[Collected data entries]
───

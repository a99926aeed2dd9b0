package minimize

import (
	"context"
	"errors"
	"math"
	"strings"
	"testing"

	"github.com/tenter-go/tenter/action"
	"github.com/tenter-go/tenter/constraint"
	"github.com/tenter-go/tenter/field"
	"github.com/tenter-go/tenter/lattice"
)

func zero(float64) float64 { return 0 }

// square is the unit square in n × n links, both axes with the given ends in
// space.
func square(n int, left, right lattice.End) (clock, line lattice.Axis) {
	a := lattice.Axis{Step: 1 / float64(n), Sites: n + 1}
	line = a
	line.Left, line.Right = left, right
	return a, line
}

func lowest(t *testing.T, s *action.Discrete, held *constraint.Set, start *field.History, set *Settings) *Found {
	t.Helper()
	found, err := Minimum(context.Background(), s, held, start, set)
	if err != nil {
		t.Fatalf("%v\n%+v", err, found)
	}
	return found
}

// frame pins the first and last slice to zero.
func frame(b lattice.Block) *constraint.Set {
	held := constraint.On(b)
	held.Slice(0, field.NewSlice(1, b.Sites()))
	held.Slice(b.Slices()-1, field.NewSlice(1, b.Sites()))
	return held
}

// −Δu = 1 on the unit square with u = 0 around it: the value at the centre is
// 0.0736713532815 (series, quoted in several test suites of elliptic solvers),
// the integral 0.03514425373878843 (a quarter of the torsion constant 0.1405770149551537,
// series to 25 digits, Timoshenko & Goodier quote 0.1406) and the least action
// −½∫u. Observed order 2 over three levels; Richardson's value is good to the
// next term, h⁴.
func TestSquareMembrane(t *testing.T) {
	const centre, integral = 0.0736713532815, 0.1405770149551537 / 4
	var middle, least [3]float64
	for k, n := range []int{16, 32, 64} {
		clock, line := square(n, lattice.Held, lattice.Held)
		s := newAction(t, clock, line, action.Wave{Signature: action.Euclidean, Source: action.Uniform(1)})
		found := lowest(t, s, frame(s.Block()), field.NewHistory(s.Block(), 1), nil)
		middle[k] = found.History.At(n/2, 0, n/2) - centre
		least[k] = found.Report.CostAfter + integral/2
		if r := found.Report; r.Unknowns != (n-1)*(n-1) {
			t.Errorf("%v", r)
		}
	}
	for name, e := range map[string][3]float64{"centre": middle, "action": least} {
		if order := math.Log2(e[1] / e[2]); math.Abs(order-2) > 0.02 { // h² terms beside h² : 1/64²·const
			t.Errorf("%s: errors %.3g, order %.3f; want 2", name, e, order)
		}
		if rest := math.Abs(4*e[2]-e[1]) / 3; rest > 1e-7 { // h⁴/10 at h = 1/32
			t.Errorf("%s: Richardson's value is off by %.3g", name, rest)
		}
	}
}

// By symmetry a quarter of the membrane with natural conditions along the cuts,
// a free last slice and a free right end, has the same lattice solution.
func TestNaturalConditionsCutTheMembrane(t *testing.T) {
	clock, line := square(16, lattice.Held, lattice.Held)
	w := action.Wave{Signature: action.Euclidean, Source: action.Uniform(1)}
	s := newAction(t, clock, line, w)
	whole := lowest(t, s, frame(s.Block()), field.NewHistory(s.Block(), 1), nil)
	clock.Sites, line.Sites, line.Right = 9, 9, lattice.Free
	s = newAction(t, clock, line, w)
	held := constraint.On(s.Block())
	held.Slice(0, field.NewSlice(1, 9))
	quarter := lowest(t, s, held, field.NewHistory(s.Block(), 1), nil)
	for n := range 9 {
		for i := range 9 {
			// rounding: 1e-16 times the condition of the Laplacian, 200
			if d := quarter.History.At(n, 0, i) - whole.History.At(n, 0, i); math.Abs(d) > 1e-14 {
				t.Fatalf("(%d, %d) differs by %.3g", n, i, d)
			}
		}
	}
}

// Laplace's equation with one side of a square held at 1 and the others at 0: the
// four rotated problems add up to the constant 1, so the centre is ¼ at every
// spacing. A side is a slice, or an end.
func TestLaplaceWithOneSideHeld(t *testing.T) {
	for _, n := range []int{2, 4, 10, 32} {
		for _, side := range []string{"first slice", "right end"} {
			clock, line := square(n, lattice.Free, lattice.Free)
			s := newAction(t, clock, line, action.Wave{Signature: action.Euclidean})
			held := constraint.On(s.Block())
			ones, none := field.NewSlice(1, n-1), field.NewSlice(1, n-1)
			for i := range ones.Data {
				ones.Data[i] = 1
			}
			one := func(float64) float64 { return 1 }
			if side == "first slice" {
				held.Part(0, 1, n, ones)
				held.Part(n, 1, n, none)
				held.Left(zero)
				held.Right(zero)
			} else {
				held.Part(0, 1, n, none)
				held.Part(n, 1, n, none)
				held.Left(zero)
				held.Right(one)
			}
			found := lowest(t, s, held, field.NewHistory(s.Block(), 1), nil)
			// rounding times the condition of the Laplacian, n²
			if v := found.History.At(n/2, 0, n/2); math.Abs(v-0.25) > 1e-13 {
				t.Errorf("%d links, %s: centre %v, want 0.25", n, side, v)
			}
		}
	}
}

// Two fields u and v with the coupling ½(u − v)², u held at 1 on one side of a
// square and v on another: u + v solves Laplace's equation whatever the coupling,
// so it is ¼ + ¼ at the centre.
func TestCoupledComponents(t *testing.T) {
	clock, line := square(10, lattice.Free, lattice.Free)
	s := newAction(t, clock, line, action.Wave{Potential: action.Bilinear{{30, -30}, {-30, 30}}, Signature: action.Euclidean})
	held := constraint.On(s.Block())
	ones, none := field.NewSlice(1, 9), field.NewSlice(1, 9)
	for i := range ones.Data {
		ones.Data[i] = 1
	}
	u, v := held.Component(0), held.Component(1)
	u.Part(0, 1, 10, ones)
	u.Part(10, 1, 10, none)
	v.Part(0, 1, 10, none)
	v.Part(10, 1, 10, none)
	held.Left(zero, zero)
	held.Right(zero, func(float64) float64 { return 1 })
	found := lowest(t, s, held, field.NewHistory(s.Block(), 2), nil)
	a, b := found.History.At(5, 0, 5), found.History.At(5, 1, 5)
	// rounding times the condition of the operator, below 200
	if math.Abs(a+b-0.5) > 1e-13 || math.Abs(a-b) > 1e-13 { // equal by symmetry
		t.Errorf("u = %v, v = %v at the centre; want 0.25 each", a, b)
	}
	if a := found.History.At(2, 0, 5) - found.History.At(2, 1, 5); !(a > 0.01) {
		t.Errorf("u − v = %v beside the side where u is held", a)
	}
}

// The static kink as a minimum of the Euclidean action: the action per time is
// its mass 8 up to terms of order h² (Rajaraman 1982, Solitons and Instantons),
// and the history does not depend on time. One event at its centre holds the
// translation.
func TestStaticKink(t *testing.T) {
	var e [3]float64
	for k, h := range []float64{0.4, 0.2, 0.1} {
		line := lattice.Axis{From: -14, Step: h, Sites: int(28/h+0.5) + 1, Left: lattice.Held, Right: lattice.Held}
		clock := lattice.Axis{Step: 0.25, Sites: 9}
		s := newAction(t, clock, line, action.Wave{Potential: action.SineGordon{}, Signature: action.Euclidean})
		st := profile(field.SineGordonKink(field.Moving{At: 0.17})).On(line, 0).Field
		st.Data[0], st.Data[len(st.Data)-1] = 0, 2*math.Pi
		held := constraint.On(s.Block())
		held.Event(1, 0, math.Pi)
		found := lowest(t, s, held, field.Repeat(s.Block(), st), nil)
		e[k] = found.Report.CostAfter/clock.Length() - 8
		for n := range clock.Sites {
			// The softest mode, across the Peierls–Nabarro potential, amplifies
			// rounding by less than 1e4 at these spacings.
			if d := found.History.Slice(n).MaxDifference(found.History.Slice(0)); d > 1e-10 {
				t.Errorf("h = %g: slice %d differs by %.3g", h, n, d)
			}
		}
	}
	if order := math.Log2(e[1] / e[2]); math.Abs(order-2) > 0.02 {
		t.Errorf("mass − 8 = %.4g, order %.3f; want 2", e, order)
	}
	if rest := math.Abs(4*e[2]-e[1]) / 3; rest > 2e-5 { // h⁴ of h = 0.2, over 80
		t.Errorf("Richardson's mass is off by %.3g", rest)
	}
}

// pinnedPhi4 is a φ⁴ field on a block with free ends, with the vacuum 1 at the
// first slice and one event held at v.
func pinnedPhi4(t *testing.T, v float64) (*action.Discrete, *constraint.Set, *field.History) {
	clock := lattice.Axis{Step: 0.2, Sites: 21}
	line := lattice.Axis{From: -3, Step: 0.2, Sites: 31}
	s := newAction(t, clock, line, action.Wave{Potential: action.Phi4{}, Signature: action.Euclidean})
	ones := field.NewSlice(1, line.Sites)
	for i := range ones.Data {
		ones.Data[i] = 1
	}
	held := constraint.On(s.Block())
	held.Slice(0, ones)
	held.Event(2, 0.6, v)
	return s, held, field.NewHistory(s.Block(), 1)
}

// The reaction of a pin is −∂S/∂φ at its event, and dS_min/dv = ∂S/∂φ by the
// envelope theorem. The start, zero, lies on the top of V, so that the second
// variation there is not positive definite.
func TestReactionOfAPin(t *testing.T) {
	least := func(v float64) *Found {
		s, held, start := pinnedPhi4(t, v)
		return lowest(t, s, held, start, nil)
	}
	found := least(-0.3)
	r := found.Reactions[0]
	if r.Kind != "event" || r.Value != -0.3 {
		t.Fatalf("hardest-working pin: %v", r)
	}
	const d = 1e-3
	slope := (least(-0.3+d).Report.CostAfter - least(-0.3-d).Report.CostAfter) / (2 * d)
	// d²/6 of the third derivative
	if math.Abs(r.Push+slope) > 1e-6*math.Abs(slope) || slope >= 0 {
		t.Errorf("push %v, −dS/dv = %v", r.Push, -slope)
	}
	if rep := found.Report; rep.Factorisations <= rep.Accepted+1 {
		t.Errorf("no damping on the top of V: %v", rep)
	}
	// the same from a rate: two tied values push with opposite signs
	s, _, start := pinnedPhi4(t, 0)
	held := constraint.On(s.Block())
	fast := field.NewSlice(1, 31)
	fast.Data[11] = 0.7
	held.Rate(7, fast)
	tied := lowest(t, s, held, start, nil)
	a, b := tied.Reactions[0], tied.Reactions[1]
	if a.Kind != "rate" || a.Event.X != b.Event.X || math.Abs(a.Push+b.Push) > 1e-12 || math.Abs(a.Push) < 1e-3 {
		t.Errorf("reactions of a rate: %v, %v", a, b)
	}
}

func TestLBFGSAgreesWithNewton(t *testing.T) {
	s, held, start := pinnedPhi4(t, -0.3)
	newton := lowest(t, s, held, start, &Settings{Method: Newton})
	for name, set := range map[string]*Settings{
		"asked for":         {Method: LBFGS},
		"factor too large":  {Memory: 1000},
		"too much work":     {Work: 1000},
		"coarse, by itself": {Method: LBFGS, Tolerance: 1e-4},
	} {
		found := lowest(t, s, held, start, set)
		r := found.Report
		// both within 1e-10 of the largest term, over the smallest curvature of
		// order 1; the polish goes to rounding
		if d := found.History.MaxDifference(newton.History); d > 1e-9 {
			t.Errorf("%s: differs from Newton by %.3g\n%v", name, d, r)
		}
		if !strings.HasPrefix(r.Method, "L-BFGS") || r.Factorisations != 0 || r.Iterations == 0 {
			t.Errorf("%s: %v", name, r)
		}
	}
	var large *TooLarge
	if _, err := Minimum(context.Background(), s, held, start, &Settings{Method: Newton, Memory: 1000}); !errors.As(err, &large) || large.Unknowns != newton.Report.Unknowns || large.Memory != 1000 {
		t.Errorf("Newton above the limit: %v", err)
	}
	if !strings.Contains(newton.Report.String(), "Newton") || !strings.Contains(newton.Report.String(), "converged") {
		t.Errorf("%v", newton.Report)
	}
}

// On the top of V the gradient vanishes, and it is no minimum. Both methods say
// so.
func TestTopIsNoMinimum(t *testing.T) {
	s, _, start := pinnedPhi4(t, 0)
	for _, m := range []Method{Newton, LBFGS} {
		found, err := Minimum(context.Background(), s, nil, start, &Settings{Method: m})
		var failed *NotConverged
		if m == LBFGS {
			// a gradient of exactly zero gives conjugate gradients no direction
			if err != nil || !strings.Contains(found.Report.Reason, "not factorised") {
				t.Errorf("%v: %v", m, err)
			}
			continue
		}
		if !errors.As(err, &failed) || found.Report.Status != Singular || !strings.Contains(err.Error(), "not positive definite") {
			t.Errorf("%v: %v", m, err)
		}
	}
}

func TestMinimumStops(t *testing.T) {
	for _, m := range []Method{Newton, LBFGS} {
		s, held, start := pinnedPhi4(t, -0.3)
		ctx, cancel := context.WithCancel(context.Background())
		defer cancel()
		found, err := Minimum(ctx, s, held, start, &Settings{Method: m, Watch: func(st Step, h *field.History) {
			if st.Accepted && st.Iteration >= 2 {
				cancel()
			}
		}})
		var failed *NotConverged
		if !errors.As(err, &failed) || !errors.Is(err, context.Canceled) || found.Report.Status != Stopped {
			t.Fatalf("%v: %v", m, err)
		}
		if r := found.Report; !(r.CostAfter < r.CostBefore) || s.Value(found.History) != r.CostAfter {
			t.Errorf("%v: not the best history: %v", m, r)
		}
		found, err = Minimum(context.Background(), s, held, start, &Settings{Method: m, Iterations: 1})
		if !errors.As(err, &failed) || found.Report.Status != Stopped || !strings.Contains(err.Error(), "limit of 1 steps") {
			t.Errorf("%v: %v", m, err)
		}
	}
}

───

## WHAT YOU WILL DO
Only lines with the word "unit" count here; copy every one from the records.

## FINAL ANSWER
// square is the unit square in n × n links, both axes with the given ends in
// −Δu = 1 on the unit square with u = 0 around it: the value at the centre is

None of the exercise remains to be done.